A patient with cortical blindness has no vision but the response of his/her pupil to light is intact (as the reflex does not involve the cortex). Therefore, one diagnostic test for cortical blindness is to first objectively verify the optic nerves and the non-cortical functions of the eyes are functioning normally. This involves confirming that patient can distinguish light/dark, and that his/her pupils dilate and contract with light exposure. Then, the patient is asked to describe something he/she would be able to recognize with normal vision. For example, the patient would be asked the following:
- "How many fingers am I holding up?"
- "What does that sign (on a custodian's closet, a restroom door, an exit sign) say?"
- "What kind of vending machine (with a vivid picture of a well-known brand name on it) is that?"
Patients with cortical blindness will not be able to identify the item being questioned about at all or will not be able to provide any details other than color or perhaps general shape. This indicates that the lack of vision is neurological rather than ocular. It specifically indicates that the occipital cortex is unable to correctly process and interpret the intact input coming from the retinas.
Fundoscopy should be normal in cases of cortical blindness. Cortical blindness can be associated with visual hallucinations, denial of visual loss (Anton–Babinski syndrome), and the ability to perceive moving but not static objects. (Riddoch syndrome).
The prognosis of a patient with acquired cortical blindness depends largely on the original cause of the blindness.
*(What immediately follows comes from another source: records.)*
#include "store/in_use_terms.hpp"

#include <SQLiteCpp/Statement.h>

namespace plumb::store {
namespace {

constexpr const char* in_use_select =
    "SELECT id, balance_id, rounding_zero_g, rounding_load_g, repeatability_g, temperature_change_k, "
    "sensitivity_ppm_per_k, sample_density_kg_m3, sample_density_u_kg_m3, air_density_u_kg_m3, drift_ppm, "
    "error_corrected, form, required_accuracy_pct, safety_factor, reason, created_at, created_by "
    "FROM balance_in_use_terms WHERE balance_id = ? ORDER BY id";

InUseTermsRecord in_use_from(SQLite::Statement& q) {
  const auto dec = [&](int i) { return Decimal::parse(q.getColumn(i).getString()); };
  const auto grams = [&](int i) { return ExactMass::grams(dec(i)); };
  InUseTermsRecord t;
  t.id = q.getColumn(0).getInt64();
  t.balance_id = q.getColumn(1).getString();
  t.rounding_zero = grams(2);
  t.rounding_load = grams(3);
  t.repeatability = grams(4);
  t.temperature_change_k = dec(5);
  t.sensitivity_ppm_per_k = dec(6);
  t.sample_density_kg_m3 = dec(7);
  t.sample_density_u_kg_m3 = dec(8);
  t.air_density_u_kg_m3 = dec(9);
  t.drift_ppm = dec(10);
  t.error_corrected = q.getColumn(11).getInt() != 0;
  t.form = q.getColumn(12).getString();
  t.required_accuracy_pct = dec(13);
  t.safety_factor = dec(14);
  if (!q.getColumn(15).isNull()) t.reason = q.getColumn(15).getString();
  t.created_at = q.getColumn(16).getString();
  t.created_by = q.getColumn(17).getString();
  return t;
}

}  // namespace

std::int64_t add_in_use_terms(Recorder& rec, const InUseTermsRecord& t) {
  return rec.insert("balance_in_use_terms",
                    {{"balance_id", t.balance_id},
                     {"rounding_zero_g", t.rounding_zero.in_grams().to_string()},
                     {"rounding_load_g", t.rounding_load.in_grams().to_string()},
                     {"repeatability_g", t.repeatability.in_grams().to_string()},
                     {"temperature_change_k", t.temperature_change_k.to_string()},
                     {"sensitivity_ppm_per_k", t.sensitivity_ppm_per_k.to_string()},
                     {"sample_density_kg_m3", t.sample_density_kg_m3.to_string()},
                     {"sample_density_u_kg_m3", t.sample_density_u_kg_m3.to_string()},
                     {"air_density_u_kg_m3", t.air_density_u_kg_m3.to_string()},
                     {"drift_ppm", t.drift_ppm.to_string()},
                     {"error_corrected", t.error_corrected ? 1 : 0},
                     {"form", t.form},
                     {"required_accuracy_pct", t.required_accuracy_pct.to_string()},
                     {"safety_factor", t.safety_factor.to_string()},
                     {"reason", t.reason.empty() ? Value() : Value(t.reason)},
                     {"created_at", rec.now()},
                     {"created_by", rec.actor().name}},
                    {"id"}, t.reason);
}

std::vector<InUseTermsRecord> in_use_terms_history(SQLite::Database& db, const std::string& balance_id) {
  SQLite::Statement q(db, in_use_select);
  q.bind(1, balance_id);
  std::vector<InUseTermsRecord> out;
  while (q.executeStep()) out.push_back(in_use_from(q));
  return out;
}

std::optional<InUseTermsRecord> current_in_use_terms(SQLite::Database& db, const std::string& balance_id) {
  auto all = in_use_terms_history(db, balance_id);
  if (all.empty()) return std::nullopt;
  return all.back();
}

}  // namespace plumb::store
For instance, patients with bilateral occipital lesions have a much lower chance of recovering vision than patients who suffered a transient ischemic attack or women who experienced complications associated with eclampsia. In patients with acquired cortical blindness, a permanent complete loss of vision is rare. The development of cortical blindness into the milder cortical visual impairment is a more likely outcome. Furthermore, some patients regain vision completely, as is the case with transient cortical blindness associated with eclampsia and the side effects of certain anti-epilepsy drugs.
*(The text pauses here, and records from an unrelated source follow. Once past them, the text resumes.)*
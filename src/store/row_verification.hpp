#pragma once
// The second half of `audit verify`: every row of every table against the row the trail recorded, without
// holding either side in memory. The trail is walked in sequence order and each table in rowid order (the order
// the Recorder inserted its rows, which is the trail's order), merge-join style: the next recorded row of a table
// is, in a database nobody changed, the next row of that table. A row out of that order is looked up by its
// primary key: a few rows before it are kept aside until a record describes them (or reported as written outside
// plumb at the end), a row far ahead is compared where it is. Memory is what one record needs plus what was found
// out of place.
#include <SQLiteCpp/Database.h>

#include <cstdint>
#include <map>
#include <memory>
#include <string>
#include <vector>

#include "store/audit_trail.hpp"
#include "store/recorded_blocks.hpp"

namespace plumb::store {

/// Which audit record a recorded row comes from, for messages.
struct RecordNote {
  std::int64_t seq = 0;
  std::string at, actor, row_key;
};

class RowVerification {
 public:
  /// Opens one cursor per audited table (every table but the trail, its checkpoints and session activity).
  explicit RowVerification(SQLite::Database& db);
  ~RowVerification();
  RowVerification(const RowVerification&) = delete;
  RowVerification& operator=(const RowVerification&) = delete;

  /// Compares the rows one audit record describes with the tables.
  void check(const RecordNote& record, const RecordedBlocks& blocks);
  /// Reads the rest of every table and adds, in trail order as store::verify_audit_trail lists them: each
  /// differing field, each row missing (or changed in its key), each row no record describes; and the rows and
  /// tables compared.
  void finish(AuditVerification& out);

  struct TableWalk;

 private:
  void duplicate(const RecordNote& record, const std::string& table, const std::string& key, std::int64_t first_seq);
  void resolve_duplicates();

  SQLite::Database& db_;
  std::map<std::string, std::unique_ptr<TableWalk>> tables_;
  std::vector<AuditProblem> problems_;  ///< found while walking the trail
  struct Duplicate {
    RecordNote record;
    std::string table, key;
    std::size_t problem = 0;  ///< index in problems_ whose message still needs the first record's number
  };
  std::vector<Duplicate> unresolved_;
};

}  // namespace plumb::store
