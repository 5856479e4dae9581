#pragma once
// Reading and appending plumb's records. Writes go through a Recorder (audited); reads are plain queries.
// Nothing here updates or deletes: a change is always a new row.
#include <SQLiteCpp/Database.h>

#include <functional>
#include <optional>
#include <string>
#include <vector>

#include "store/recorder.hpp"
#include "store/records.hpp"

namespace plumb::store {

// Lab
std::optional<LabRecord> find_lab(SQLite::Database& db);
void add_lab(Recorder& rec, const std::string& name);

// Reference weights
std::optional<WeightRecord> find_weight(SQLite::Database& db, const std::string& id);
std::optional<WeightCalibration> find_weight_calibration(SQLite::Database& db, std::int64_t id);
std::vector<WeightRecord> list_weights(SQLite::Database& db);
/// Appends the weight and its first certificate; returns the certificate's id.
std::int64_t add_weight(Recorder& rec, const WeightRecord& w);
/// Appends a new certificate for an existing weight (a recalibration); returns its id.
std::int64_t add_weight_calibration(Recorder& rec, const std::string& weight_id, const WeightCalibration& c);

// Instruments
bool instrument_exists(SQLite::Database& db, const std::string& id);
/// The balance with its attributes in force now (after every change recorded) ...
std::optional<BalanceRecord> find_balance(SQLite::Database& db, const std::string& id);
/// ... or on a date (a check dated `on` is judged by the policy in force then).
std::optional<BalanceRecord> find_balance_on(SQLite::Database& db, const std::string& id, Date on);
std::vector<BalanceRecord> list_balances(SQLite::Database& db);
void add_balance(Recorder& rec, const BalanceRecord& b);

// Check runs
/// Rows a procedure stores beside the run (calibration loads, pipette conditions), given the new run's id;
/// they join the run's one audit record.
using RunDetails = std::function<void(RowGroup& group, std::int64_t run_id)>;
/// Appends the run with its weights, readings and `details` under one audit record; returns the new run id.
std::int64_t add_run(Recorder& rec, const RunRecord& run, const RunDetails& details = {});
/// add_run's rows and audit record, computed but not written (a batch import writes them on another
/// thread with Recorder::write); `id` receives the run id they will have. `run`'s texts are moved into the rows.
PreparedGroup prepare_run(Recorder& rec, RunRecord&& run, std::int64_t& id, const RunDetails& details = {});
std::optional<RunRecord> find_run(SQLite::Database& db, std::int64_t id);
/// The id of the most recently recorded run, if any.
std::optional<std::int64_t> last_run_id(SQLite::Database& db);
/// Runs of one instrument in date order (oldest first).
std::vector<RunRecord> runs_of(SQLite::Database& db, const std::string& instrument_id, bool with_readings = false);
/// The latest run (by date, then id) of an instrument that has not been superseded.
std::optional<RunRecord> latest_run(SQLite::Database& db, const std::string& instrument_id);

// Certificates
std::int64_t add_certificate(Recorder& rec, const CertificateRecord& c);
std::optional<CertificateRecord> find_certificate(SQLite::Database& db, const std::string& number);
std::optional<CertificateRecord> find_certificate_by_id(SQLite::Database& db, std::int64_t id);
std::optional<CertificateRecord> certificate_for_run(SQLite::Database& db, std::int64_t run_id);
/// Next free number in the series PREFIX-YEAR-NNNN.
std::string next_certificate_number(SQLite::Database& db, const std::string& prefix, int year);

}  // namespace plumb::store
Recent research by Krystel R. Huxlin and others on the relearning of complex visual motion following V1 damage has offered potentially promising treatments for individuals with acquired cortical blindness. These treatments focus on retraining and retuning certain intact pathways of the visual cortex which are more or less preserved in individuals who sustained damage to V1. Huxlin and others found that specific training focused on utilizing the "blind field" of individuals who had sustained V1 damage improved the patients' ability to perceive simple and complex visual motion. This sort of 'relearning' therapy may provide a good workaround for patients with acquired cortical blindness in order to better make sense of the visual environment.